Während des Ersten Weltkrieges wurde Kapp in der deutschen Bevölkerung weithin bekannt, indem er als einer der profiliertesten Vertreter weitreichender deutscher Kriegsziele auftrat. So forderte er unter anderem umfassende Annexionen und hohe Reparationszahlungen der Entente cordiale an das Deutsche Reich als Ziel der deutschen Kriegspolitik. Insbesondere die dauerhafte militärische, ökonomische und politische Anbindung des besetzten Belgiens auch nach dem Ende des Krieges an das Reich, die Etablierung deutscher Marinestützpunkte an der Küste von Flandern und ein energisches Vorgehen gegen Großbritannien erachtete er als unerlässlich.

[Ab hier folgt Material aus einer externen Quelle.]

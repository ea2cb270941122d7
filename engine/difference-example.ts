// One secondary-port high water worked from its reference port's event, step by step: the example a
// compact section of the combined volumes prints, with the arithmetic of secondaryEventsFrom.
import { interpolateDifference, springNeapFactor, springNeapRanges } from './secondary.js';
import type { EventType, ReferenceStation, SecondaryStation } from './types.js';
import { itemAt } from './item.js';

interface PrintedEvent { time: string; type: EventType; height: number }

export interface DifferenceExample {
  referenceIndex: number; // the reference port's high water, an index into the events given
  lowIndex: number; // the low water its range is measured to
  range: number; // metres, the reference port's range of that tide
  springRange: number; // the reference port's mean ranges, 2(H_M2 ± H_S2)
  neapRange: number;
  factor: number; // k: 0 at mean neaps, 1 at mean springs
  timeDifference: number; // minutes, interpolated in k
  heightDifference: number; // metres, interpolated in k
  time: number; // UTC ms of the secondary port's high water
  height: number; // metres above the secondary port's datum
}

/**
 * The first high water of the reference port at or after `from` (ISO UTC) that has a following low
 * water, worked into the secondary port's high water; null when the events hold none.
 */
export function differenceExample(events: readonly PrintedEvent[], reference: ReferenceStation,
  secondary: SecondaryStation, from: string): DifferenceExample | null {
  const start = Date.parse(from);
  const { springs, neaps } = springNeapRanges(reference);
  if (!(springs - neaps > 1e-6)) return null;
  for (let i = 0; i < events.length; i++) {
    const e = itemAt(events, i, 'events');
    if (e.type !== 'high' || Date.parse(e.time) < start) continue;
    const lowIndex = events.findIndex((l, j) => j > i && l.type === 'low');
    if (lowIndex < 0) return null;
    const range = Math.abs(e.height - itemAt(events, lowIndex, 'events').height);
    const factor = springNeapFactor(range, springs, neaps);
    const d = secondary.differences.high_water;
    const diff = interpolateDifference(d.neaps, d.springs, factor);
    return {
      referenceIndex: i, lowIndex, range, springRange: springs, neapRange: neaps, factor,
      timeDifference: diff.time, heightDifference: diff.height,
      time: Date.parse(e.time) + Math.round(diff.time * 60_000), height: e.height + diff.height,
    };
  }
  return null;
}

Als nachdrücklicher Befürworter des sogenannten uneingeschränkten U-Boot-Krieges gegen Großbritannien geriet Kapp in Konflikt mit dem Reichskanzler Bethmann Hollweg, der die Aufnahme desselben aus Furcht vor einem amerikanischen Kriegseintritt zu verhindern suchte. Kapp verfasste unter anderem das den wichtigsten Personen der politischen, wirtschaftlichen und militärischen Führungsschicht des Reiches zugeschickte Pasquill „Die nationalen Kreise und der Reichskanzler“. Bethmann Hollweg bezeichnete Kapp daraufhin im Reichstag als „politischen Piraten“ – was Kapp als Beleidigung empfand und zu einer Duellforderung veranlasste. Bethmann Hollweg lehnte sie für die Dauer seiner Amtszeit ab, kam ihr aber auch nach seinem Sturz am 13. Juli 1917, als nach seiner eigenen Aussage einem Duell nichts mehr im Wege stehen sollte, nicht nach.[2][4]

Kapp wurde bei einer Nachwahl am 2. Februar 1918 in Gumbinnen noch Mitglied des letzten Reichstags des Kaiserreichs, der von Januar 1912 bis Januar 1919 amtierte. Er empfand die Niederlage im Ersten Weltkrieg als nationale Schande und wurde ein Verfechter der Dolchstoßlegende. Bereits 1917 – noch während des Krieges – hatte Kapp als Reaktion auf die Friedensresolution des Reichstages die Deutsche Vaterlandspartei (DVLP) gegründet. Im Jahr 1919 beteiligte er sich an der antirepublikanischen Nationalen Vereinigung.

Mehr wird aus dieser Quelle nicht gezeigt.